## What is expected
What is needed is an exact copy of the lines in the listing below, from the one with "const Eigen::VectorXd squares" up to and including the one with "const Eigen::Vector3d u2", with no other lines.

## Provided material
*** Block opens ***
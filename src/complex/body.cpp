#include "complex/body.hpp"

#include <algorithm>
#include <cassert>
#include <cmath>
#include <cstddef>
#include <numbers>
#include <optional>

#include <Eigen/Dense>

#include <fmt/format.h>

#include "core/error.hpp"
#include "molecule/bonded_atoms.hpp"
#include "molecule/element.hpp"
#include "symmetry/operation.hpp"

namespace irrepwise {
namespace {

constexpr double degree = std::numbers::pi / 180.0;
constexpr double same_place_angstrom = 1e-4;  // the library has five decimals

// Where the metal is in the ligand's frame, and which way its z axis runs.
struct MetalPlace {
  Eigen::Vector3d metal;
  Eigen::Vector3d z;
  Eigen::Vector3d x;
};

// The part of a vector perpendicular to a unit vector, normalised; nothing where there is none.
std::optional<Eigen::Vector3d> perpendicular(const Eigen::Vector3d& v,
                                             const Eigen::Vector3d& unit) {
  const Eigen::Vector3d rest = v - unit * unit.dot(v);
  if (rest.norm() < 1e-3 * std::max(1.0, v.norm())) return {};
  return Eigen::Vector3d(rest.normalized());
}

Eigen::Vector3d own_x(const Eigen::Vector3d& z) {
  if (const auto x = perpendicular(Eigen::Vector3d::UnitX(), z)) return *x;
  return *perpendicular(Eigen::Vector3d::UnitZ(), z);
}

Eigen::Vector3d position(const Ligand& ligand, int atom) {
  return ligand.atoms[static_cast<std::size_t>(atom)].position;
}

Eigen::Vector3d centroid(const Ligand& ligand, const std::vector<int>& atoms) {
  Eigen::Vector3d sum = Eigen::Vector3d::Zero();
  for (const int atom : atoms) sum += position(ligand, atom);
  return sum / static_cast<double>(atoms.size());
}

MetalPlace below_one_donor(const SeatedLigand& seated, double distance) {
  const Eigen::Vector3d donor = position(*seated.ligand, seated.binding->teeth[0][0]);
  const Eigen::Vector3d z = (donor - seated.binding->metal).normalized();
  return {donor - distance * z, z, own_x(z)};
}

Error too_near(const SeatedLigand& seated, double distance, double least) {
  return Error(
      fmt::format("{} cannot have all its donors at {:.3f} Å from the metal; they are "
                  "farther apart than that allows, give more than {:.3f} Å",
                  seated.ligand->name, distance, least));
}

// The point at one distance from all donors, on the side of the metal: below the centre of the
// circle through them, in the sense of least squares.
MetalPlace below_donors(const SeatedLigand& seated, double distance) {
  const Ligand& ligand = *seated.ligand;
  const std::vector<int>& donors = seated.binding->teeth[0];
  const Eigen::Vector3d middle = centroid(ligand, donors);
  const auto n = static_cast<Eigen::Index>(donors.size());
  Eigen::MatrixX3d from_middle(n, 3);
  for (Eigen::Index i = 0; i < n; ++i) {
    from_middle.row(i) = position(ligand, donors[static_cast<std::size_t>(i)]) - middle;
  }
  const Eigen::Vector3d towards_metal = seated.binding->metal - middle;
  Eigen::Vector3d down;
  std::optional<Eigen::Vector3d> x;
  Eigen::Vector3d in_plane = Eigen::Vector3d::Zero();  // from the middle to the circle's centre
  const Eigen::JacobiSVD<Eigen::MatrixX3d> svd(from_middle, Eigen::ComputeFullV);
  if (n == 2) {
    const Eigen::Vector3d along =
        (position(ligand, donors[0]) - position(ligand, donors[1])).normalized();
    x = along;
    const auto below = perpendicular(towards_metal, along);
    if (!below)
      throw Error(fmt::format("{}: its `metal` lies in line with the donors", ligand.name));
    down = *below;
  } else {
    down = svd.matrixV().col(2);
    if (down.dot(towards_metal) < 0.0) down = -down;
    // |p_i - c|^2 = R^2 for all i is linear in c: 2 p_i·c = |p_i|^2 - mean, as the p_i sum to zero.
    const Eigen::VectorXd squares = from_middle.rowwise().squaredNorm();
    const Eigen::VectorXd right = 0.5 * (squares.array() - squares.mean()).matrix();
    const Eigen::MatrixX2d plane = from_middle * svd.matrixV().leftCols<2>();
    const Eigen::Vector2d centre = plane.colPivHouseholderQr().solve(right);
    in_plane = svd.matrixV().leftCols<2>() * centre;
  }
  const double radius =
      std::sqrt((from_middle.rowwise() - in_plane.transpose()).rowwise().squaredNorm().mean());
  if (!(distance > radius + 0.1)) throw too_near(seated, distance, radius + 0.1);
  const double height = std::sqrt(distance * distance - radius * radius);
  const Eigen::Vector3d metal = middle + in_plane + height * down;
  const Eigen::Vector3d z = (middle - metal).normalized();
  return {metal, z, x ? *x : own_x(z)};
}

// The point in the plane of both teeth and the metal's side that has the given distances to them.
MetalPlace between_teeth(const SeatedLigand& seated, double d1, double d2) {
  const Ligand& ligand = *seated.ligand;
  const Eigen::Vector3d first = position(ligand, seated.binding->teeth[0][0]);
  const Eigen::Vector3d second = position(ligand, seated.binding->teeth[1][0]);
  const Eigen::Vector3d middle = 0.5 * (first + second);
  const double apart = (first - second).norm();
  const Eigen::Vector3d along = (first - second) / apart;
  const auto down = perpendicular(seated.binding->metal - middle, along);
  if (!down) throw Error(fmt::format("{}: its `metal` lies in line with the teeth", ligand.name));
  const double shift = (d2 * d2 - d1 * d1) / (2.0 * apart);
  const double square = d1 * d1 - (shift - 0.5 * apart) * (shift - 0.5 * apart);
  if (!(square > 0.01)) {
    throw Error(
        fmt::format("the teeth of {} are {:.3f} Å apart and cannot be {:.3f} and {:.3f} Å "
                    "from the metal; give a distance of more than {:.3f} Å",
                    ligand.name, apart, d1, d2, 0.5 * apart + 0.1));
  }
  const Eigen::Vector3d metal = middle + shift * along + std::sqrt(square) * *down;
  const Eigen::Vector3d u1 = (first - metal).normalized();
  const Eigen::Vector3d u2 = (second - metal).normalized();
  return {metal, (u1 + u2).normalized(), (u1 - u2).normalized()};
}

// The factor on both distances that gives the teeth the bite: law of cosines.
double scale_for_bite(const SeatedLigand& seated, double d1, double d2, double bite) {
  if (!(bite > 20.0 && bite < 170.0)) {
    throw Error(fmt::format("found a bite of {}°, expected 20 to 170", bite));
  }
  const double apart = (position(*seated.ligand, seated.binding->teeth[0][0]) -
                        position(*seated.ligand, seated.binding->teeth[1][0]))
                           .norm();
  return apart / std::sqrt(d1 * d1 + d2 * d2 - 2.0 * d1 * d2 * std::cos(bite * degree));
}

// Turns the ligand about its donor so that metal, donor and the next atom make the angle.
std::vector<Atom> with_angle(const Ligand& ligand, const Binding& binding, double angle_degrees) {
  const Molecule free(ligand.atoms, 0);
  const int donor = binding.teeth[0][0];
  const std::vector<int> next = bonded_atoms(free, donor);
  if (next.size() != 1) {
    throw Error(fmt::format("`angle` is for a ligand with one atom behind the donor; {} has {}",
                            ligand.name, next.size()));
  }
  if (!(angle_degrees >= 80.0 && angle_degrees <= 180.0)) {
    throw Error(fmt::format("found an angle of {}°, expected 80 to 180", angle_degrees));
  }
  const Eigen::Vector3d origin = position(ligand, donor);
  const Eigen::Vector3d to_metal = (binding.metal - origin).normalized();
  const Eigen::Vector3d to_next = (position(ligand, next[0]) - origin).normalized();
  const double now = std::acos(std::clamp(to_metal.dot(to_next), -1.0, 1.0));
  // A straight ligand bends towards its x, a bent one in its own plane.
  const Eigen::Vector3d side = perpendicular(to_next, to_metal).value_or(own_x(to_metal));
  const Eigen::Matrix3d turn =
      rotation_about(to_metal.cross(side).normalized(), angle_degrees * degree - now);
  std::vector<Atom> atoms = ligand.atoms;
  for (Atom& atom : atoms) atom.position = origin + turn * (atom.position - origin);
  return atoms;
}

std::vector<Eigen::Vector3d> positions(const std::vector<Atom>& atoms, const Eigen::Matrix3d& map) {
  std::vector<Eigen::Vector3d> points;
  points.reserve(atoms.size());
  for (const Atom& atom : atoms) points.emplace_back(map * atom.position);
  return points;
}

bool is_axial(const std::vector<Atom>& atoms) {
  return std::all_of(atoms.begin(), atoms.end(), [](const Atom& atom) {
    return std::hypot(atom.position.x(), atom.position.y()) < same_place_angstrom;
  });
}

bool maps_on_itself(const LigandBody& body, const Eigen::Matrix3d& operation) {
  return same_atoms(body.atoms, positions(body.atoms, Eigen::Matrix3d::Identity()),
                    positions(body.atoms, operation));
}

// Whether no mirror plane contains z. Ligands of the library have theirs at multiples of 15°.
bool lacks_mirror(const LigandBody& body) {
  for (int step = 0; step < 12; ++step) {
    const double angle = 15.0 * step * degree;
    const Eigen::Vector3d normal(-std::sin(angle), std::cos(angle), 0.0);
    const Eigen::Matrix3d mirror = Eigen::Matrix3d::Identity() - 2.0 * normal * normal.transpose();
    if (maps_on_itself(body, mirror)) return false;
  }
  return true;
}

double checked_distance(double distance) {
  if (!(distance >= 0.5 && distance <= 6.0)) {
    throw Error(fmt::format("found a distance of {} Å, expected 0.5 to 6", distance));
  }
  return distance;
}

void refuse_superfluous(const SeatedLigand& seated) {
  const LigandRequest& request = seated.request;
  const std::string& name = seated.ligand->name;
  if (seated.binding->denticity() > 1 && request.twist_degrees) {
    throw Error(
        fmt::format("{} holds on with two teeth and cannot be twisted; `mirrored: true` "
                    "gives its mirror image",
                    name));
  }
  if (seated.binding->denticity() == 1 && request.bite_degrees) {
    throw Error(fmt::format("{} has one tooth here and no bite", name));
  }
  const bool one_donor = seated.binding->denticity() == 1 && seated.binding->hapticity() == 1;
  if (!one_donor && request.angle_degrees) {
    throw Error(fmt::format("`angle` is for a ligand with one donor atom; {} has more", name));
  }
  if (request.bite_degrees && request.distance_angstrom) {
    throw Error(
        fmt::format("`bite` and `distance` exclude each other for {}, which is rigid; keep "
                    "one",
                    name));
  }
}

}  // namespace

double usual_distance_angstrom(const Ligand& ligand, int donor_atom, int metal) {
  const int donor = ligand.atoms[static_cast<std::size_t>(donor_atom)].atomic_number;
  for (const int element : {metal, donor}) {
    if (covalent_radius_angstrom(element)) continue;
    throw Error(fmt::format("there is no covalent radius for {}; give `distance` for {}",
                            element_symbol(element), ligand.name));
  }
  return *covalent_radius_angstrom(metal) + *covalent_radius_angstrom(donor) -
         ligand.shortening_angstrom;
}

LigandBody make_body(const SeatedLigand& seated, int metal) {
  refuse_superfluous(seated);
  const Ligand& ligand = *seated.ligand;
  const LigandRequest& request = seated.request;
  LigandBody body;
  for (const std::vector<int>& tooth : seated.binding->teeth) {
    body.distances_angstrom.push_back(checked_distance(
        request.distance_angstrom ? *request.distance_angstrom
                                  : usual_distance_angstrom(ligand, tooth[0], metal)));
  }
  std::vector<double>& d = body.distances_angstrom;
  if (request.bite_degrees) {
    const double scale = scale_for_bite(seated, d[0], d[1], *request.bite_degrees);
    for (double& distance : d) distance *= scale;
  }
  const MetalPlace place = d.size() == 2                     ? between_teeth(seated, d[0], d[1])
                           : seated.binding->hapticity() > 1 ? below_donors(seated, d[0])
                                                             : below_one_donor(seated, d[0]);
  Eigen::Matrix3d axes;
  axes << place.x, place.z.cross(place.x), place.z;
  body.atoms = request.angle_degrees ? with_angle(ligand, *seated.binding, *request.angle_degrees)
                                     : ligand.atoms;
  for (Atom& atom : body.atoms) atom.position = axes.transpose() * (atom.position - place.metal);
  for (const std::vector<int>& tooth : seated.binding->teeth) {
    body.teeth.push_back(axes.transpose() * (centroid(ligand, tooth) - place.metal));
  }
  if (d.size() == 2) {
    const double cosine = body.teeth[0].normalized().dot(body.teeth[1].normalized());
    body.bite_degrees = std::acos(std::clamp(cosine, -1.0, 1.0)) / degree;
  }
  body.turns = d.size() == 1 && !is_axial(body.atoms);
  body.has_hand = !is_axial(body.atoms) && lacks_mirror(body);
  return body;
}

std::vector<Atom> make_bridge_body(const Ligand& ligand) {
  if (!ligand.bridging_electrons) {
    throw Error(
        fmt::format("{} does not bridge metals in the library; its entry needs `bridging`, "
                    "the electrons that each metal counts from it",
                    ligand.name));
  }
  const Binding& binding = ligand.bindings.front();
  std::vector<Atom> atoms = ligand.bridging_angle_degrees
                                ? with_angle(ligand, binding, *ligand.bridging_angle_degrees)
                                : ligand.atoms;
  const Eigen::Vector3d donor = position(ligand, binding.teeth[0][0]);
  for (Atom& atom : atoms) atom.position -= donor;
  return atoms;
}

std::vector<Eigen::Vector3d> posed(const std::vector<Atom>& atoms, const Pose& pose,
                                   const Eigen::Vector3d& centre) {
  Eigen::Matrix3d map = pose.axes;
  if (pose.mirrored) map.col(1) = -map.col(1);
  std::vector<Eigen::Vector3d> points = positions(atoms, map);
  for (Eigen::Vector3d& point : points) point += centre;
  return points;
}

Eigen::Vector3d reference_direction(const Eigen::Vector3d& along) {
  if (const auto part = perpendicular(Eigen::Vector3d::UnitZ(), along)) return *part;
  return *perpendicular(Eigen::Vector3d::UnitX(), along);
}

Eigen::Matrix3d axes_along(const Eigen::Vector3d& along, double twist) {
  const Eigen::Vector3d reference = reference_direction(along);
  const Eigen::Vector3d x = std::cos(twist) * reference + std::sin(twist) * along.cross(reference);
  Eigen::Matrix3d axes;
  axes << x, along.cross(x), along;
  return axes;
}

int axial_order(const LigandBody& body) {
  if (is_axial(body.atoms)) return 0;
  constexpr int highest = 8;
  for (int n = highest; n > 1; --n) {
    if (maps_on_itself(body, rotation_about(Eigen::Vector3d::UnitZ(), 360.0 / n * degree)))
      return n;
  }
  return 1;
}

bool same_atoms(const std::vector<Atom>& atoms, const std::vector<Eigen::Vector3d>& a,
                const std::vector<Eigen::Vector3d>& b) {
  assert(atoms.size() == a.size() && a.size() == b.size());
  for (std::size_t i = 0; i < a.size(); ++i) {
    bool found = false;
    for (std::size_t j = 0; j < b.size() && !found; ++j) {
      found = atoms[i].atomic_number == atoms[j].atomic_number &&
              (a[i] - b[j]).norm() < same_place_angstrom;
    }
    if (!found) return false;
  }
  return true;
}

}  // namespace irrepwise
*** Block closes ***
## Answer below
    const Eigen::VectorXd squares = from_middle.rowwise().squaredNorm();
    const Eigen::VectorXd right = 0.5 * (squares.array() - squares.mean()).matrix();
    const Eigen::MatrixX2d plane = from_middle * svd.matrixV().leftCols<2>();
    const Eigen::Vector2d centre = plane.colPivHouseholderQr().solve(right);
    in_plane = svd.matrixV().leftCols<2>() * centre;
  }
  const double radius =
      std::sqrt((from_middle.rowwise() - in_plane.transpose()).rowwise().squaredNorm().mean());
  if (!(distance > radius + 0.1)) throw too_near(seated, distance, radius + 0.1);
  const double height = std::sqrt(distance * distance - radius * radius);
  const Eigen::Vector3d metal = middle + in_plane + height * down;
  const Eigen::Vector3d z = (middle - metal).normalized();
  return {metal, z, x ? *x : own_x(z)};
}

// The point in the plane of both teeth and the metal's side that has the given distances to them.
MetalPlace between_teeth(const SeatedLigand& seated, double d1, double d2) {
  const Ligand& ligand = *seated.ligand;
  const Eigen::Vector3d first = position(ligand, seated.binding->teeth[0][0]);
  const Eigen::Vector3d second = position(ligand, seated.binding->teeth[1][0]);
  const Eigen::Vector3d middle = 0.5 * (first + second);
  const double apart = (first - second).norm();
  const Eigen::Vector3d along = (first - second) / apart;
  const auto down = perpendicular(seated.binding->metal - middle, along);
  if (!down) throw Error(fmt::format("{}: its `metal` lies in line with the teeth", ligand.name));
  const double shift = (d2 * d2 - d1 * d1) / (2.0 * apart);
  const double square = d1 * d1 - (shift - 0.5 * apart) * (shift - 0.5 * apart);
  if (!(square > 0.01)) {
    throw Error(
        fmt::format("the teeth of {} are {:.3f} Å apart and cannot be {:.3f} and {:.3f} Å "
                    "from the metal; give a distance of more than {:.3f} Å",
                    ligand.name, apart, d1, d2, 0.5 * apart + 0.1));
  }
  const Eigen::Vector3d metal = middle + shift * along + std::sqrt(square) * *down;
  const Eigen::Vector3d u1 = (first - metal).normalized();
  const Eigen::Vector3d u2 = (second - metal).normalized();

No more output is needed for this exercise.